## [What the task asks]
Lines from the first one down to the one containing "from server.proposals import schemas, service" in the data below are the only ones needed; please return them exactly, both ends included.

## [Provided information]
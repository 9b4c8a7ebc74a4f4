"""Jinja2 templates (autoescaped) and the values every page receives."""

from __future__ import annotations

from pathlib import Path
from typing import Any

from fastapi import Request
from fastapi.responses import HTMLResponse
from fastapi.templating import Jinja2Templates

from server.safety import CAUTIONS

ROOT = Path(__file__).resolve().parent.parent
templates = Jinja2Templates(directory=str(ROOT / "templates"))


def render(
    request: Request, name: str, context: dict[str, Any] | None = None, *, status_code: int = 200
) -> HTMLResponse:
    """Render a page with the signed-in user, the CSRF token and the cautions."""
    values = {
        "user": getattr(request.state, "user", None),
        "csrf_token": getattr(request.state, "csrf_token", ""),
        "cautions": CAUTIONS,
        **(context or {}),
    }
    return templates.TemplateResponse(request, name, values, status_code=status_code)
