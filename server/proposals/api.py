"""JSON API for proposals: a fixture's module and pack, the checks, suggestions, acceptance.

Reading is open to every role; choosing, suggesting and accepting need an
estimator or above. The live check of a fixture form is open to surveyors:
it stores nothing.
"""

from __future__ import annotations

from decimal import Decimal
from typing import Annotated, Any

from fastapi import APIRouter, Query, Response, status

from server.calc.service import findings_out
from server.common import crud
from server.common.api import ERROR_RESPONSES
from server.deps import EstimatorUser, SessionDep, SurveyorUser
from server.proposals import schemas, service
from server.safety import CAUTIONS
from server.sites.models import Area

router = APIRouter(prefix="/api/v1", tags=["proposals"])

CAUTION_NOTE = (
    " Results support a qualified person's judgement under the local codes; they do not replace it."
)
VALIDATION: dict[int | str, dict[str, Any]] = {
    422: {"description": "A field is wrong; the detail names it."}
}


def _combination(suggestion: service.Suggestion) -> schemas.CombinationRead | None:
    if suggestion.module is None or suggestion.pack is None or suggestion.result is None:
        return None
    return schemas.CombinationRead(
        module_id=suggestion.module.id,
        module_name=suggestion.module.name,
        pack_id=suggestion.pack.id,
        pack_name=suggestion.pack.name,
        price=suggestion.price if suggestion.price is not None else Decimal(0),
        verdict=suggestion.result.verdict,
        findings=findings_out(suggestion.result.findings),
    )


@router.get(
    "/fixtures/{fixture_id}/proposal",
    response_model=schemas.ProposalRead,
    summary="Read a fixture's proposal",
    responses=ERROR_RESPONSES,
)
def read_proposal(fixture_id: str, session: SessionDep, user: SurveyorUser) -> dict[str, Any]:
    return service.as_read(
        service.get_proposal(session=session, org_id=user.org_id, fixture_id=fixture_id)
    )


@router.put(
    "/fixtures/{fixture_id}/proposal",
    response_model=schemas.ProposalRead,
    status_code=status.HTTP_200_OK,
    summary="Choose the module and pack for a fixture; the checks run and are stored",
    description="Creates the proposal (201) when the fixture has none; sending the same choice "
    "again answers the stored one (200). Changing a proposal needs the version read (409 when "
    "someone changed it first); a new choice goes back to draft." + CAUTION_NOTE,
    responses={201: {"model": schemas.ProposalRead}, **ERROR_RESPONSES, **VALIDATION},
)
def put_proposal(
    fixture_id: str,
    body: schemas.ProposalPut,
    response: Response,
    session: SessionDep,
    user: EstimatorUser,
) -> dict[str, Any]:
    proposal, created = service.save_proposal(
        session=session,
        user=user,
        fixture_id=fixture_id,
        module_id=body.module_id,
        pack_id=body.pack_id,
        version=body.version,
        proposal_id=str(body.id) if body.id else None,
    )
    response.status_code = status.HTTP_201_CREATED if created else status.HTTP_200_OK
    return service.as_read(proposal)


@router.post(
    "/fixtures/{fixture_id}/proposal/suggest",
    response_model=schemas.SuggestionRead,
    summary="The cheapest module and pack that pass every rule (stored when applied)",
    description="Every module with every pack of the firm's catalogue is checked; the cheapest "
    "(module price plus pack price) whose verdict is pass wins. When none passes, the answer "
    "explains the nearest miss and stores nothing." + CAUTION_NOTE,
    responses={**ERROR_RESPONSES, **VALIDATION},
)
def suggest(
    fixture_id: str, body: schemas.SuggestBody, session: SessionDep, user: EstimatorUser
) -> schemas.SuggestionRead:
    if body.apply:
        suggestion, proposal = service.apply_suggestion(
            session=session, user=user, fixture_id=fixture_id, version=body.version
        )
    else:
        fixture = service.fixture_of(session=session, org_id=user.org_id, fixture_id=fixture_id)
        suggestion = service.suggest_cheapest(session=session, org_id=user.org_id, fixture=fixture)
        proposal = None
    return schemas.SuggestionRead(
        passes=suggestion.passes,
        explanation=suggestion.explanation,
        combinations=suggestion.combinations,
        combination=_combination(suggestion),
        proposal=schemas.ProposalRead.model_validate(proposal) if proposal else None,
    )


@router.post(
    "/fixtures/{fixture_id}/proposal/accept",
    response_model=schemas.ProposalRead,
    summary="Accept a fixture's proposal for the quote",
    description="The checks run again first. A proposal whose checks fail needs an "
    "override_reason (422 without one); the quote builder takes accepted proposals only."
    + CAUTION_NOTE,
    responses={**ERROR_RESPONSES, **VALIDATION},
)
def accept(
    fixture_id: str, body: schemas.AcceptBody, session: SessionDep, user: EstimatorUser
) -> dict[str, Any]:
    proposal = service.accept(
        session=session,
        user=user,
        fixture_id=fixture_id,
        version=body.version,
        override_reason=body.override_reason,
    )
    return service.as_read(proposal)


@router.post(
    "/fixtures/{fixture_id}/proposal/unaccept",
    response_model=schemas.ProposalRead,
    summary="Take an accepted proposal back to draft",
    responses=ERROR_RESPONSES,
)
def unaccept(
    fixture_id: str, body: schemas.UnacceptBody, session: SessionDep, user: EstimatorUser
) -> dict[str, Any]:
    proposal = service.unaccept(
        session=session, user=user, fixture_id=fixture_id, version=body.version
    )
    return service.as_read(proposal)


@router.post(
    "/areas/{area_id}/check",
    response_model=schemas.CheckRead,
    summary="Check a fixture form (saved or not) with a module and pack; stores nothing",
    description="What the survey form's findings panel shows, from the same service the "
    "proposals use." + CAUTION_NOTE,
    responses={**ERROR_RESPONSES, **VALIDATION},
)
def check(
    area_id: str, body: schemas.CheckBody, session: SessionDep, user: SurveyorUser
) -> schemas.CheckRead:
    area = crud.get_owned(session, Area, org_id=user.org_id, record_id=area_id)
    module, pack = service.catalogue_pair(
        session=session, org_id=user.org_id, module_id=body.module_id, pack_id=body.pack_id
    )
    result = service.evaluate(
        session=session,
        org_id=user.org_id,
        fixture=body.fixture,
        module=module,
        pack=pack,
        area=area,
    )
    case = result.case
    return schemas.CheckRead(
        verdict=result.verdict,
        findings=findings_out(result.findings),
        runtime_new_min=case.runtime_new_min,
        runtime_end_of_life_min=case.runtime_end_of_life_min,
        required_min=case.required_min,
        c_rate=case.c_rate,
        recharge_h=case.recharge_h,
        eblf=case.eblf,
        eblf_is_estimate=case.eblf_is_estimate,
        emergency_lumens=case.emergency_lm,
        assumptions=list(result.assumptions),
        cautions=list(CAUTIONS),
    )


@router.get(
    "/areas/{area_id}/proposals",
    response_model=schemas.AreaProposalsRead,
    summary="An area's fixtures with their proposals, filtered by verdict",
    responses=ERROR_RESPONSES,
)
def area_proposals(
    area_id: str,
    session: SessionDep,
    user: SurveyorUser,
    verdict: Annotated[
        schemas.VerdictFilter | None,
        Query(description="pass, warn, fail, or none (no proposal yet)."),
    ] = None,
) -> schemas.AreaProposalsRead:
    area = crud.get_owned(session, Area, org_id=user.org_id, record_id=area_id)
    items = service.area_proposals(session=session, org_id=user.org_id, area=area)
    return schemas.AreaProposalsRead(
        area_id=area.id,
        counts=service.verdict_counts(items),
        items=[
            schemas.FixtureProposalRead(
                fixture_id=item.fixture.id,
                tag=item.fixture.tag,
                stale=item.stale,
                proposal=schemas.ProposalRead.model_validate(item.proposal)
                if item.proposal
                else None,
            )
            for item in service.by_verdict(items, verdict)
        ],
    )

## [Answer to this problem]
repository 9b4c8a7ebc74a4f4
"""Jinja2 templates (autoescaped) and the values every page receives."""

from __future__ import annotations

from pathlib import Path
from typing import Any

from fastapi import Request
from fastapi.responses import HTMLResponse
from fastapi.templating import Jinja2Templates

from server.safety import CAUTIONS

ROOT = Path(__file__).resolve().parent.parent
templates = Jinja2Templates(directory=str(ROOT / "templates"))


def render(
    request: Request, name: str, context: dict[str, Any] | None = None, *, status_code: int = 200
) -> HTMLResponse:
    """Render a page with the signed-in user, the CSRF token and the cautions."""
    values = {
        "user": getattr(request.state, "user", None),
        "csrf_token": getattr(request.state, "csrf_token", ""),
        "cautions": CAUTIONS,
        **(context or {}),
    }
    return templates.TemplateResponse(request, name, values, status_code=status_code)
filename server/proposals/api.py
"""JSON API for proposals: a fixture's module and pack, the checks, suggestions, acceptance.

Reading is open to every role; choosing, suggesting and accepting need an
estimator or above. The live check of a fixture form is open to surveyors:
it stores nothing.
"""

from __future__ import annotations

from decimal import Decimal
from typing import Annotated, Any

from fastapi import APIRouter, Query, Response, status

from server.calc.service import findings_out
from server.common import crud
from server.common.api import ERROR_RESPONSES
from server.deps import EstimatorUser, SessionDep, SurveyorUser
from server.proposals import schemas, service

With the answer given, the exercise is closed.